The remains of fortifications near the 1st Australian Division Memorial
As we’ve toured this area we have noted the virgin of Albert, famous of course as the leaning virgin.  The story is recapped for us, refreshing memories or in some cases imparting new information.
Cold. Rain. It’s even more than usually pleasurable to retire to the plush Hotel Beatus.  Our trips homeward in the evening and here and there during the days of touring are lightened by Bills “breathy” travel companion.

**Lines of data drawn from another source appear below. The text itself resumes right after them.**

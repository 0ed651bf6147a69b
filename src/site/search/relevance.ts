// Shared by the browser's search UIs: a guard against the index's fallback matches.

/** Lowercase words of a text (letters and digits, accents removed). */
export function wordsOf(text: string): string[] {
  return text.normalize('NFKD').replace(/[\u0300-\u036f]/g, '').toLowerCase().split(/[^\p{L}\p{N}]+/u).filter(Boolean);
}

/** How much of a query term a page word must start with: the whole of a short term, at least 60 % (≥ 3 letters) of a longer one. */
export function neededPrefix(term: string): number {
  return term.length <= 3 ? term.length : Math.max(3, Math.ceil(0.6 * term.length));
}

/**
 * Whether a page's text answers every term of the query: each term needs a page word starting with its first
 * neededPrefix(term) characters. This keeps stemmed and partial matches ("tangency" finds "tangent") and drops pages
 * the index returns only because it shortened a term that matches nothing ("xyzzyq" finding "xy").
 */
export function answersQuery(content: string, query: string): boolean {
  const words = wordsOf(content);
  return wordsOf(query).every((term) => {
    const prefix = term.slice(0, neededPrefix(term));
    return words.some((w) => w.startsWith(prefix));
  });
}
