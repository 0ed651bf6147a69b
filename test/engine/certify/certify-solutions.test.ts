import { describe, expect, it } from 'vitest';
import { add, constant, mul, param, pow, sub, unknown } from '../../../src/engine/expr/build.ts';
import type { PolynomialSystem } from '../../../src/engine/expr/node.ts';
import { certifySolutions, prepareCertifier } from '../../../src/engine/certify/certify-solutions.ts';

const x = unknown('x', 0), y = unknown('y', 1);
const pack = (...values: number[]): Float64Array => Float64Array.from(values);

// Two conics in general position: p0·X² + p1·Y² = p2 and p3·X² + p4·Y² = p5 in coordinates (X, Y) rotated by
// (c, s) and shifted by (t1, t2) from (x, y), so the conics are not axis-aligned in the unknowns. Their points
// follow from the linear system in (X², Y²), so the test knows them; Bézout (1779): two conics meet in 4 points.
const [c, s, t1, t2] = [0.6, 0.8, 0.3, -1.7];
const X = add(mul(c, sub(x, t1)), mul(s, sub(y, t2)));
const Y = add(mul(-s, sub(x, t1)), mul(c, sub(y, t2)));
const conics: PolynomialSystem = {
  unknowns: ['x', 'y'],
  parameters: ['p0', 'p1', 'p2', 'p3', 'p4', 'p5'],
  equations: [
    sub(add(mul(param('p0', 0), pow(X, 2)), mul(param('p1', 1), pow(Y, 2))), param('p2', 2)),
    sub(add(mul(param('p3', 3), pow(X, 2)), mul(param('p4', 4), pow(Y, 2))), param('p5', 5)),
  ],
};
function conicPoints(p: number[]): Float64Array[] {
  const det = p[0]! * p[4]! - p[1]! * p[3]!;
  const X2 = (p[2]! * p[4]! - p[1]! * p[5]!) / det, Y2 = (p[0]! * p[5]! - p[2]! * p[3]!) / det;
  const root = (v: number): [number, number] => (v >= 0 ? [Math.sqrt(v), 0] : [0, Math.sqrt(-v)]);
  const [xr, xi] = root(X2), [yr, yi] = root(Y2);
  const points: Float64Array[] = [];
  for (const sx of [1, -1]) for (const sy of [1, -1]) {
    const Xp = [sx * xr, sx * xi], Yp = [sy * yr, sy * yi];
    points.push(pack(t1 + c * Xp[0]! - s * Yp[0]!, c * Xp[1]! - s * Yp[1]!, t2 + s * Xp[0]! + c * Yp[0]!, s * Xp[1]! + c * Yp[1]!));
  }
  return points;
}
const complexParameters = (p: number[]): Float64Array => Float64Array.from(p.flatMap((v) => [v, 0]));

describe('certifying solutions', () => {
  it('two real conics meeting in 4 real points: all 4 certified, distinct and real (Bézout)', () => {
    const p = [1, 2.5, 4, 3, -1, 2];
    const report = certifySolutions(conics, complexParameters(p), conicPoints(p));
    expect([report.certified, report.certifiedDistinct, report.certifiedReal]).toEqual([4, 4, 4]);
    for (const solution of report.solutions) expect(solution.radius).toBeLessThan(1e-9);
  });

  it('complex-conjugate pairs: all 4 certified and distinct, none certified real', () => {
    const p = [1, 2.5, 4, 3, 1, -2]; // Y² < 0: two conjugate pairs
    const points = conicPoints(p);
    expect(points.every((q) => Math.abs(q[1]!) + Math.abs(q[3]!) > 0.1)).toBe(true);
    const report = certifySolutions(conics, complexParameters(p), points);
    expect([report.certified, report.certifiedDistinct, report.certifiedReal]).toEqual([4, 4, 0]);
  });

  it('with complex parameters the same points are certified but never called real', () => {
    const p = [1, 2.5, 4, 3, -1, 2];
    const parameters = complexParameters(p);
    parameters[1] = 1e-300; // a complex instance: realness cannot be concluded
    const report = certifySolutions(conics, parameters, conicPoints(p));
    expect([report.certified, report.certifiedReal]).toEqual([4, 0]);
  });

  it('refuses a perturbed wrong point and a far-away point, saying why', () => {
    const p = [1, 2.5, 4, 3, -1, 2];
    const near = conicPoints(p)[0]!.slice();
    near[0] = near[0]! + 1e-3;
    const report = certifySolutions(conics, complexParameters(p), [near, pack(5, 0, 5, 0)]);
    expect(report.certified).toBe(0);
    expect(report.solutions[0]!.reason).toMatch(/not close enough/);
    expect(report.solutions[1]!.reason).toMatch(/not close enough|Krawczyk/);
  });

  it('counts two boxes around the same solution once (the hull holds exactly one solution)', () => {
    const p = [1, 2.5, 4, 3, -1, 2];
    const [first] = conicPoints(p);
    const nudged = first!.slice();
    nudged[0] = nudged[0]! + 1e-13;
    const report = certifySolutions(conics, complexParameters(p), [first!, nudged, first!.slice()]);
    expect([report.certified, report.certifiedDistinct]).toEqual([3, 1]);
    expect(report.solutions[1]!.sameAs).toBe(0);
    expect(report.solutions[2]!.sameAs).toBe(0);
  });

  it.each([
    // x² = 0 and y = 1: a double root at (0, 1)
    ['a double root x² = 0, exactly', { unknowns: ['x', 'y'], parameters: [], equations: [pow(x, 2), sub(y, 1)] }, pack(0, 0, 1, 0)],
    ['a double root x² = 0, approximately', { unknowns: ['x', 'y'], parameters: [], equations: [pow(x, 2), sub(y, 1)] }, pack(1e-9, 0, 1, 0)],
    // circles x² + y² = 1 and (x − 2)² + y² = 1 touch at (1, 0): a tangential (double) intersection
    ['two tangent conics at their point of contact', {
      unknowns: ['x', 'y'], parameters: [],
      equations: [sub(add(pow(x, 2), pow(y, 2)), 1), sub(add(pow(sub(x, 2), 2), pow(y, 2)), 1)],
    }, pack(1 + 1e-10, 0, 1e-10, 0)],
  ] as [string, PolynomialSystem, Float64Array][])('refuses a singular solution: %s', (_name, system, point) => {
    const report = certifySolutions(system, new Float64Array(0), [point]);
    expect(report.certified).toBe(0);
    expect(report.solutions[0]!.reason).toBeTruthy();
  });

  it('separates two regular roots 1e-11 apart, which double-precision residuals cannot (exact residual fallback)', () => {
    // x² − (1 + c)x + c = 0 with c = 1 + 1e-11 (as a double), and y = 0: roots near (1, 0) and (c, 0)
    const close = 1 + 1e-11;
    const system: PolynomialSystem = { unknowns: ['x', 'y'], parameters: [], equations: [add(sub(pow(x, 2), mul(1 + close, x)), close), y] };
    const report = certifySolutions(system, new Float64Array(0), [pack(1, 0, 0, 0), pack(close, 0, 0, 0)]);
    expect([report.certified, report.certifiedDistinct, report.certifiedReal]).toEqual([2, 2, 2]);
    for (const solution of report.solutions) expect(solution.radius).toBeLessThan(5e-12);
  });

  it('never calls a solution real when the system has complex constants (random complex chart)', () => {
    // (1 + i)(x − 2) = 0, y² = 4 (y = 2 given): the solution (2, 2) is real, but the system is not
    const system: PolynomialSystem = { unknowns: ['x', 'y'], parameters: [], equations: [mul(constant(1, 1), sub(x, 2)), sub(pow(y, 2), 4)] };
    const report = certifySolutions(system, new Float64Array(0), [pack(2, 0, 2, 0)]);
    expect([report.certified, report.certifiedReal]).toEqual([1, 0]);
  });

  it('rejects realParameters claimed for complex parameters, and points of the wrong length', () => {
    const certifier = prepareCertifier(conics);
    const p = complexParameters([1, 2.5, 4, 3, -1, 2]);
    p[3] = 0.5;
    expect(() => certifier.certify(p, [], { realParameters: true })).toThrow(/parameter 1 has imaginary part/);
    expect(() => certifier.certify(complexParameters([1, 2, 3, 4, 5, 6]), [pack(1, 2)])).toThrow(/solution 0 has 2 numbers, expected 4/);
  });
});

// Circles tangent to three given circles (Apollonius' problem): 8 for three general circles (Viète 1600). With signed
// radii Rᵢ = ±rᵢ, unknowns (a, b, r): (a − xᵢ)² + (b − yᵢ)² = (r + Rᵢ)². Each of the 4 sign classes (up to a global
// sign) has 2 solutions: differences of the equations are linear, leaving a quadratic in r.
describe("Apollonius' problem", () => {
  const a = unknown('a', 0), b = unknown('b', 1), r = unknown('r', 2);
  const system: PolynomialSystem = {
    unknowns: ['a', 'b', 'r'],
    parameters: ['x1', 'y1', 'R1', 'x2', 'y2', 'R2', 'x3', 'y3', 'R3'],
    equations: [0, 1, 2].map((i) => sub(add(pow(sub(a, param(`x${i + 1}`, 3 * i)), 2), pow(sub(b, param(`y${i + 1}`, 3 * i + 1)), 2)), pow(add(r, param(`R${i + 1}`, 3 * i + 2)), 2))),
  };
  const circles = [[0, 0, 1], [6, 1, 1.5], [2, 5, 0.8]] as const; // three mutually exterior circles of our own

  function tangentCircles(R: number[]): Float64Array[] {
    const [[x1, y1], [x2, y2], [x3, y3]] = circles;
    const k = (i: number): number => circles[i]![0] ** 2 + circles[i]![1] ** 2 - R[i]! ** 2;
    // 2(xᵢ − x₁)a + 2(yᵢ − y₁)b = kᵢ − k₁ − 2(Rᵢ − R₁)r, i = 2, 3; Cramer's rule gives a, b affine in r
    const m = [[2 * (x2 - x1), 2 * (y2 - y1)], [2 * (x3 - x1), 2 * (y3 - y1)]];
    const det = m[0]![0]! * m[1]![1]! - m[0]![1]! * m[1]![0]!;
    const solve = (u: number, v: number): [number, number] => [(u * m[1]![1]! - m[0]![1]! * v) / det, (m[0]![0]! * v - u * m[1]![0]!) / det];
    const [a0, b0] = solve(k(1) - k(0), k(2) - k(0));
    const [a1, b1] = solve(-2 * (R[1]! - R[0]!), -2 * (R[2]! - R[0]!));
    const A = a1 ** 2 + b1 ** 2 - 1, B = 2 * (a0 - x1) * a1 + 2 * (b0 - y1) * b1 - 2 * R[0]!, C = (a0 - x1) ** 2 + (b0 - y1) ** 2 - R[0]! ** 2;
    const disc = B * B - 4 * A * C;
    expect(disc).toBeGreaterThan(0);
    return [1, -1].map((sign) => {
      const rr = (-B + sign * Math.sqrt(disc)) / (2 * A);
      return pack(a0 + a1 * rr, 0, b0 + b1 * rr, 0, rr, 0);
    });
  }

  it('the 8 circles tangent to three circles are certified, real and distinct (Viète 1600)', () => {
    const certifier = prepareCertifier(system);
    const found: number[][] = [];
    for (const signs of [[1, 1, 1], [1, 1, -1], [1, -1, 1], [-1, 1, 1]]) {
      const R = circles.map((circle, i) => signs[i]! * circle[2]);
      const parameters = complexParameters(circles.flatMap((circle, i) => [circle[0], circle[1], R[i]!]));
      const points = tangentCircles(R);
      const report = certifier.certify(parameters, points);
      expect([report.certified, report.certifiedDistinct, report.certifiedReal]).toEqual([2, 2, 2]);
      for (const q of points) found.push([q[0]!, q[2]!, Math.abs(q[4]!)]);
    }
    // as circles (centre, |radius|) the 8 are pairwise different
    for (let i = 0; i < 8; i++) for (let j = i + 1; j < 8; j++) {
      expect(Math.max(...found[i]!.map((v, k) => Math.abs(v - found[j]![k]!)))).toBeGreaterThan(1e-6);
    }
  });
});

Her name is Sophie and you get the distinct impression she’d like to be giving directions to somewhere where she can be alone with Bill.  She seems to take particular pleasure in offering to help him with his change if ever we have a need to travel on a tollway.  These GPS device voices provide us with much hilarity.  Every now and then and increasingly as Anzac Day arrangements become critical there is discussion between Bill and Chris about the arrangements for tomorrow morning.  Parking and drop off arrangements have been changed this year. Requirements are as clear as mud.  Some in the other group have reserved seating and arranged a permit to ferry the elderly men up to the memorial for a close drop off and pick up, but it’s not clear whether Bill will be able to drop us younger able bodied folk up where the coaches deliver their cargo.  As we drive and discuss it, the gendarmes will be out in force at check points. It’s entirely unclear what they may allow us to do. E comes up with a practical solution.  Change the tomtom to the Aussie voice.  What sort of instructions would the Aussie tomtom voice give under the circumstances? E suspects the Aussie navigator voice might go something like “bugger the coppers!Drop off at the bloody memorial!”  We are all in stitches at E’s humourous GPS imitation… really we’re easy. We will do what we have to do.
Dinner is early and with much laughter.  One of the other group is a funny b*st*rd. His Dad has slowed down a bit, but the son is clearly a chip off the old block.  Between him and his dad they keep us laughing all through our dinner and after and bring out the witty banter from others among the younger men. I particularly enjoyed one come back from the father, when his son is teasing him mercilessly about his age and infirmity... "Would you like a glass of red wine son?  How would you like it served?"  But we can’t stay up laughing all night.. our leaders set us the example and head to bed. We have a ridiculously early start tomorrow.  Be at breakfast at 3 am please.